─── Supplied data

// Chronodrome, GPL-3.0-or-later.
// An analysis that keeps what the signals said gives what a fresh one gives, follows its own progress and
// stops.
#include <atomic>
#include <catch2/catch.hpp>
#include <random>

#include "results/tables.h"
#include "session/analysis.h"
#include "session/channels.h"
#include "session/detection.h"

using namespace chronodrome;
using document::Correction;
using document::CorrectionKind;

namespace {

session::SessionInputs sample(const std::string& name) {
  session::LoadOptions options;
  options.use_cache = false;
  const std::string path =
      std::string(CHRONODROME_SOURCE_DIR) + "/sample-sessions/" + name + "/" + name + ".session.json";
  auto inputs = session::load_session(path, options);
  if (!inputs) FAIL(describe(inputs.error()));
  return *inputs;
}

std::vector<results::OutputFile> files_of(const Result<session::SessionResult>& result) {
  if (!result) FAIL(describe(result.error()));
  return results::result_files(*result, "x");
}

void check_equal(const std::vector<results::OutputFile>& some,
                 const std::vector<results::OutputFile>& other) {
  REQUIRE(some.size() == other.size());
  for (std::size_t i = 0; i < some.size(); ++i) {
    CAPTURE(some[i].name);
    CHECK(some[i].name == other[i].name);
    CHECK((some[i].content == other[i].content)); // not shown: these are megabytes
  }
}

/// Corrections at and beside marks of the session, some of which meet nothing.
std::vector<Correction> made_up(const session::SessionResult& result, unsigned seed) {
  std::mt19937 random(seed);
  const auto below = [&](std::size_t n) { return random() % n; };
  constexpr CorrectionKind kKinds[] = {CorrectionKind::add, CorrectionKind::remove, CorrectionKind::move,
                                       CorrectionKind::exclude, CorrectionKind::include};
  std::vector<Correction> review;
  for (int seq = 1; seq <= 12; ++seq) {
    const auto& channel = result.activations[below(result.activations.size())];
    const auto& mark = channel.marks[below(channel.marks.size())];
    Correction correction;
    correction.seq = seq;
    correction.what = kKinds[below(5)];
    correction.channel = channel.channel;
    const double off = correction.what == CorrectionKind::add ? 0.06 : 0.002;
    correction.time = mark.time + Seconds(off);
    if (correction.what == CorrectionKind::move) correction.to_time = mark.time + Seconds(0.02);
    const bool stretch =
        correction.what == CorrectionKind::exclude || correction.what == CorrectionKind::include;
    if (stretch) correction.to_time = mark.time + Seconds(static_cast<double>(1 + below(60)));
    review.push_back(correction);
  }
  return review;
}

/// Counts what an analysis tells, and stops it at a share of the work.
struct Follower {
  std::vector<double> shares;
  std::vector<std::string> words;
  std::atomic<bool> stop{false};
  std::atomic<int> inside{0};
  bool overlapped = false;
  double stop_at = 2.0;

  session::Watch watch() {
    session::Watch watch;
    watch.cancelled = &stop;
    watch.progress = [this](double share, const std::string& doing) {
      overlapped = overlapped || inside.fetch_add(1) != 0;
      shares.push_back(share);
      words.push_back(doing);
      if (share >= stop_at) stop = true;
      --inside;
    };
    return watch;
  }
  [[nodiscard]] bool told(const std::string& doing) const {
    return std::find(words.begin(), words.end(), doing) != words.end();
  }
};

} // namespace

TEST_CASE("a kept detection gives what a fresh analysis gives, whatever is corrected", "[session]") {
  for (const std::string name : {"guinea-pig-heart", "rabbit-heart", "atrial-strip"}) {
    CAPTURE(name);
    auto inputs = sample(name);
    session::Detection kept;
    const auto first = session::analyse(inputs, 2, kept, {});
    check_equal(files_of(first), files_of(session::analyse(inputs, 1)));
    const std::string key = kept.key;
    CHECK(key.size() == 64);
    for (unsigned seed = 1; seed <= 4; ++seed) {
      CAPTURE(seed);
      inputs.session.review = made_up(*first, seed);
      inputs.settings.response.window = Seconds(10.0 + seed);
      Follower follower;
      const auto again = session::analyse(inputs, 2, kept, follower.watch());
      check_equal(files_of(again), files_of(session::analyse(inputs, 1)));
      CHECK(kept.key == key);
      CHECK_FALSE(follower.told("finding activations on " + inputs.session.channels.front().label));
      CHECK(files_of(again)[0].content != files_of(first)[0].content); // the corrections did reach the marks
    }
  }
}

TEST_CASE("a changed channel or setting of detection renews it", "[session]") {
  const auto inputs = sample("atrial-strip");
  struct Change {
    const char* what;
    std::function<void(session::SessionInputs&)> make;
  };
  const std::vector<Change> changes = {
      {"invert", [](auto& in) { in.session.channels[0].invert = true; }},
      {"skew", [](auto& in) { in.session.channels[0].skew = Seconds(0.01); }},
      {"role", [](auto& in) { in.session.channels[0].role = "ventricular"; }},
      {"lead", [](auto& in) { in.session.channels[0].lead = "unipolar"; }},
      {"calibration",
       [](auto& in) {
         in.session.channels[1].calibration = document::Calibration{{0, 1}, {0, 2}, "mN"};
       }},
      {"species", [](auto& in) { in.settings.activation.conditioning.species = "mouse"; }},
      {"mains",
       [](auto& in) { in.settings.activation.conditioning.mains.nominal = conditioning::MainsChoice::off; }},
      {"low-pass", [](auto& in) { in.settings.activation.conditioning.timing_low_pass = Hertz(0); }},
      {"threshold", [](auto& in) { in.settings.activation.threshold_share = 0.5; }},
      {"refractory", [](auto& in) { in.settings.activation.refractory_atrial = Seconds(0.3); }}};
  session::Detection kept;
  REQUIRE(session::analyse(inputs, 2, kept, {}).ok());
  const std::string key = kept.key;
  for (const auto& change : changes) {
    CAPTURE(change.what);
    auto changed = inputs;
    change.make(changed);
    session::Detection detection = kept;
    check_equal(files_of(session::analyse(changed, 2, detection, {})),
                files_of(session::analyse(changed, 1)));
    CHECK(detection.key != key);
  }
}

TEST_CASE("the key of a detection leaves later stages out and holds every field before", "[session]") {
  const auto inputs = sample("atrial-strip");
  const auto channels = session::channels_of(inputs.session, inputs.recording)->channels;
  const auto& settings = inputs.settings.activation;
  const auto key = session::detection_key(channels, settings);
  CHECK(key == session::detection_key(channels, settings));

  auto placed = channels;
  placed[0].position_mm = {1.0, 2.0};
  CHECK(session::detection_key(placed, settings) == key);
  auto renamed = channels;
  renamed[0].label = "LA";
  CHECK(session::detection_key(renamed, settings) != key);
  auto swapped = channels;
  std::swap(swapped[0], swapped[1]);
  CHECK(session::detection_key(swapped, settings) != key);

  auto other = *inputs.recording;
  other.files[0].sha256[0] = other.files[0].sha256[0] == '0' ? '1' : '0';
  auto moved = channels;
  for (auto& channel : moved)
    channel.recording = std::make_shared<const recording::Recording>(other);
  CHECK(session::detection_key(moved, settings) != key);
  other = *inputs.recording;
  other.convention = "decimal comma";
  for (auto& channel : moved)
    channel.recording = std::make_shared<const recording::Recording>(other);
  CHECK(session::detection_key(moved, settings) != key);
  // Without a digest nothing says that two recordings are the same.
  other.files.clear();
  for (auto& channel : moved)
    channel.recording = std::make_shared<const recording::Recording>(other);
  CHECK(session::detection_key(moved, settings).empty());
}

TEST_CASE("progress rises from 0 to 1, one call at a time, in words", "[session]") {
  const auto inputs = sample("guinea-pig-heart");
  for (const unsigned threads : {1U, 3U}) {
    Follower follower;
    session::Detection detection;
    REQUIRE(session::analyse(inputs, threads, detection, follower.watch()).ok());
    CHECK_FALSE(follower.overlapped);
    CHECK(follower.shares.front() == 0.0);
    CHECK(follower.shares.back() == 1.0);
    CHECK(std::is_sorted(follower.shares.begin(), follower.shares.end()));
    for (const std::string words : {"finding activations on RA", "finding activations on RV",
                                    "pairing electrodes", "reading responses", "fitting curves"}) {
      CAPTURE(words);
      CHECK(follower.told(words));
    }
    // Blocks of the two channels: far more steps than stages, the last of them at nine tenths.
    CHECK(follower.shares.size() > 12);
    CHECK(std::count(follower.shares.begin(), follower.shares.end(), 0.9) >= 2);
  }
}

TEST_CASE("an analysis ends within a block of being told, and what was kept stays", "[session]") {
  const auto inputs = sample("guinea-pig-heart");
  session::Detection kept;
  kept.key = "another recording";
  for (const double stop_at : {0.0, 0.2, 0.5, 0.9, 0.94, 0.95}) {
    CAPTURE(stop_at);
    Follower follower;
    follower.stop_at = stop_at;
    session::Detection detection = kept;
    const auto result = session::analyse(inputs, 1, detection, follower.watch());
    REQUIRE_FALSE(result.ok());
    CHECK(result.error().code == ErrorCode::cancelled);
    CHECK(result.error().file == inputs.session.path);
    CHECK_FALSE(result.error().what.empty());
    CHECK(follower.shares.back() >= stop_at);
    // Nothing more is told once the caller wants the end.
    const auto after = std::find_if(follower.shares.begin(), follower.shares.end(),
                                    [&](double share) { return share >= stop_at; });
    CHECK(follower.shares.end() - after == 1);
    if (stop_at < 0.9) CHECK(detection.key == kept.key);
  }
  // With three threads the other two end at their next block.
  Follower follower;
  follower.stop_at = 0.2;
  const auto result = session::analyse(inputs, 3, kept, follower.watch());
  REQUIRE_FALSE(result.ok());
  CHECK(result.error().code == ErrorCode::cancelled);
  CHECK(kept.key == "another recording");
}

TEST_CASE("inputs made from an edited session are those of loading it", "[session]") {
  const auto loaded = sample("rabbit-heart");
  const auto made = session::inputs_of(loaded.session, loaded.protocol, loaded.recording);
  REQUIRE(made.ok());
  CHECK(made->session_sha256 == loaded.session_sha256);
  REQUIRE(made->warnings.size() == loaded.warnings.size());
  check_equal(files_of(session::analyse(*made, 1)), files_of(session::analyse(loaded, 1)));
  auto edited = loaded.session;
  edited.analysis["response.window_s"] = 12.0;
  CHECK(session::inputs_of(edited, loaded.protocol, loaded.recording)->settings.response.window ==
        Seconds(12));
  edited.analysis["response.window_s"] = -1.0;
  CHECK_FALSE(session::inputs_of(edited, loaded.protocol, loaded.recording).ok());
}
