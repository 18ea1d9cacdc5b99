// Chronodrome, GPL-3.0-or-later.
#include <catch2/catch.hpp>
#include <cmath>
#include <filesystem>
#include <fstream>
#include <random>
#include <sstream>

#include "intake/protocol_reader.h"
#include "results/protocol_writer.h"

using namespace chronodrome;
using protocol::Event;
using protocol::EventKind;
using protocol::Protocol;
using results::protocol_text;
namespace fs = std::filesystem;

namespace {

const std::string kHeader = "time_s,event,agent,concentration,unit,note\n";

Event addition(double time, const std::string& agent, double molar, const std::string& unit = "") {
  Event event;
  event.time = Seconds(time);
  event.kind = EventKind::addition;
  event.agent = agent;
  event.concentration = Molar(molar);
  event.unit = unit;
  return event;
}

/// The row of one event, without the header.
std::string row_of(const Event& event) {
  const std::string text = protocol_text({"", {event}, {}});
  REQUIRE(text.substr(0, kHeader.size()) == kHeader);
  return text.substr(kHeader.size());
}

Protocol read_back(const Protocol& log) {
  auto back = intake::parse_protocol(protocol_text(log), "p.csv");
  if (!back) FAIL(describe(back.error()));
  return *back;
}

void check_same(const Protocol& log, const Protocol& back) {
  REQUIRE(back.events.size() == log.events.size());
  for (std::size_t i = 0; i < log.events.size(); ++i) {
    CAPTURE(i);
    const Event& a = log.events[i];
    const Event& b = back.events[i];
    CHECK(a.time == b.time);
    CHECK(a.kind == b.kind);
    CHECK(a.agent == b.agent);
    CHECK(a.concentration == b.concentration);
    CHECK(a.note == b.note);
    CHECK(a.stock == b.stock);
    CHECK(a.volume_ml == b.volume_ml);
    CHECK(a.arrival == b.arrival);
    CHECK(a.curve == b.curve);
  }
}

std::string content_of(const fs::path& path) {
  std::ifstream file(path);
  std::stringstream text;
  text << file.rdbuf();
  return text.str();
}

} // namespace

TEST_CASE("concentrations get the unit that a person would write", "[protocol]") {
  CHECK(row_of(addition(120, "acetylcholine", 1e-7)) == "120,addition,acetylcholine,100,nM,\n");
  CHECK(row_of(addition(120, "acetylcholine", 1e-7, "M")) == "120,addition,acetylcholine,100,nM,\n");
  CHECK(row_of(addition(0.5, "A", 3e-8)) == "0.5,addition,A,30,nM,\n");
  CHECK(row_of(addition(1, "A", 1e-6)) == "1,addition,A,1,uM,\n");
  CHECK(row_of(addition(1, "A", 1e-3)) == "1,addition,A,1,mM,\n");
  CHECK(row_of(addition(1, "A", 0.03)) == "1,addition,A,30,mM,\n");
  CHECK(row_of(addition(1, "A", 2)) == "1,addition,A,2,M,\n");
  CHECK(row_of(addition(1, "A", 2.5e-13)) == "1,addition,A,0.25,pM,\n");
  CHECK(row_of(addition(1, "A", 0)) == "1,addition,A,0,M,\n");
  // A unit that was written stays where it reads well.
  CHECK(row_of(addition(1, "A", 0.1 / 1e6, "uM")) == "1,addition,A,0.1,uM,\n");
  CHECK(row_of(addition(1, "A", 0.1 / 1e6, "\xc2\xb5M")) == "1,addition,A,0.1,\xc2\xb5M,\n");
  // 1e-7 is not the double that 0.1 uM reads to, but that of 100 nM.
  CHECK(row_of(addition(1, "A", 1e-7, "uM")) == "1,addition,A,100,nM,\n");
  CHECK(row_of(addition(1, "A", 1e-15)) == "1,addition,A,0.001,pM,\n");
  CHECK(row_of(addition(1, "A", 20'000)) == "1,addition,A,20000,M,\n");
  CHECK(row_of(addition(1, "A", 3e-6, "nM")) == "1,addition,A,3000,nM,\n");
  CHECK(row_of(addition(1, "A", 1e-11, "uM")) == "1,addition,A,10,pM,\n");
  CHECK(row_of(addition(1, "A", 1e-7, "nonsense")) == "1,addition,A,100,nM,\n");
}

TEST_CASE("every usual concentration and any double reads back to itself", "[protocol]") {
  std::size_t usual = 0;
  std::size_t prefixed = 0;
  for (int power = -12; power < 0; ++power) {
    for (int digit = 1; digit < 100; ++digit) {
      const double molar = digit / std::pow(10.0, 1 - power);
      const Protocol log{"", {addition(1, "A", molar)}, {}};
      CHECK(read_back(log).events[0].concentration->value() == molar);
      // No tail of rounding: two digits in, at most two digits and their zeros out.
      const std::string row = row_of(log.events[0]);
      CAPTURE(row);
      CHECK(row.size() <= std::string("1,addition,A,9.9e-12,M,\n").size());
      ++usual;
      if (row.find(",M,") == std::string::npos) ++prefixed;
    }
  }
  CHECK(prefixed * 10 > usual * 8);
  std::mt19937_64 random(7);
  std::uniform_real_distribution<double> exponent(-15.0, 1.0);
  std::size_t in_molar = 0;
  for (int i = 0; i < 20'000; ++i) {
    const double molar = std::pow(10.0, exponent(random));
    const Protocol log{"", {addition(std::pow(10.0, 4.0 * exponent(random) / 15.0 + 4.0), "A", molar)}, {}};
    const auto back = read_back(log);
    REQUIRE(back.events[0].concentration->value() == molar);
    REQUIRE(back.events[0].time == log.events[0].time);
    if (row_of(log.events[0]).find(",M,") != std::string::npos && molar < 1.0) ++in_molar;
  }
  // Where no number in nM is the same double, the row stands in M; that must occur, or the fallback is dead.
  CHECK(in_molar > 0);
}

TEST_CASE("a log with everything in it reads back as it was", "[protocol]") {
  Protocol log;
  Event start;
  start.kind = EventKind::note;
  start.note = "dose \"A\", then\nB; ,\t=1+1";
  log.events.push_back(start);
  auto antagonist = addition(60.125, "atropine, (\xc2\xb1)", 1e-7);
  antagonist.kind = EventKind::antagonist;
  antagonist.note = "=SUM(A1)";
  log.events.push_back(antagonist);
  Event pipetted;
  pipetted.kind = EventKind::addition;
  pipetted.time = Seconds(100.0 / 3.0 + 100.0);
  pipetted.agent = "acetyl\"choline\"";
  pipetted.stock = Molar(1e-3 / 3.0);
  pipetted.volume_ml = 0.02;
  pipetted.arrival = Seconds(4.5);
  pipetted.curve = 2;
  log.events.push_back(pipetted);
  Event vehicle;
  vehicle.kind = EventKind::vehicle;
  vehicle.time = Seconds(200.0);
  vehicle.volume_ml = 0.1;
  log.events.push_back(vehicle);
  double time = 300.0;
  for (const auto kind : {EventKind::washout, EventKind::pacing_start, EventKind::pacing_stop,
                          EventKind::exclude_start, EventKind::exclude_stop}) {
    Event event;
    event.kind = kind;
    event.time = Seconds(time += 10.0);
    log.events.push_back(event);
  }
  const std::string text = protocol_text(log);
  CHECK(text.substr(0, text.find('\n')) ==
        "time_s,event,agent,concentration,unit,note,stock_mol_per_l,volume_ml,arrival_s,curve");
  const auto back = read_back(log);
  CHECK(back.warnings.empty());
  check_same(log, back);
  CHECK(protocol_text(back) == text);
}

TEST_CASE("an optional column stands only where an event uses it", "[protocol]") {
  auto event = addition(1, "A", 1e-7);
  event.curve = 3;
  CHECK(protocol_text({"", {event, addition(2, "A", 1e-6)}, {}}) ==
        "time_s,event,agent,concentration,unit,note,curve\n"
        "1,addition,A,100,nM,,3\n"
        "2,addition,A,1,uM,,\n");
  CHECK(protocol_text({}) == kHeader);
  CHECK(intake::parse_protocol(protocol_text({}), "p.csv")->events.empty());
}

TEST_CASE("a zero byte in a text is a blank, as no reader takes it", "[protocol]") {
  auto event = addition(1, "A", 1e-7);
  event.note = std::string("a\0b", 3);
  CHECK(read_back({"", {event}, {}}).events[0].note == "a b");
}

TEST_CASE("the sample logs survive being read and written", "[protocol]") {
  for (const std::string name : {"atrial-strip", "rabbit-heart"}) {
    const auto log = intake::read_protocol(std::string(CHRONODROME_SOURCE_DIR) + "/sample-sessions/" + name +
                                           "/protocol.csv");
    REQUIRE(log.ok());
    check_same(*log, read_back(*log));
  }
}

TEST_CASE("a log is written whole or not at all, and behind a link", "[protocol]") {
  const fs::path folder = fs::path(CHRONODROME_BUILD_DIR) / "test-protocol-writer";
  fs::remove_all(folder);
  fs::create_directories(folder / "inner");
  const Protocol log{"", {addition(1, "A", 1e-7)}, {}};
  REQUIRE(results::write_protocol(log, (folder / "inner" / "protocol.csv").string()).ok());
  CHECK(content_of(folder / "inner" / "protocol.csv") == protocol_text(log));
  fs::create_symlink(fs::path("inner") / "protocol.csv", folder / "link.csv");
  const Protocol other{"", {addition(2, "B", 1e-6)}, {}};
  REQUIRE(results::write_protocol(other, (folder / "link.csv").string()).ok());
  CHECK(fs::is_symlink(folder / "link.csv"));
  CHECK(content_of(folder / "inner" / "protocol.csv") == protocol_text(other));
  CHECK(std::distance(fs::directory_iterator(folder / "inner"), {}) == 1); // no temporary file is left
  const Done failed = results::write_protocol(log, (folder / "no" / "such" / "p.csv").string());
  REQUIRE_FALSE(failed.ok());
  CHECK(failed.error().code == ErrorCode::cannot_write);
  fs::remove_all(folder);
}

──────

▸ **Problem description**
Count the lines above that contain the word "label", and give only that number.

▸ **Written response**
2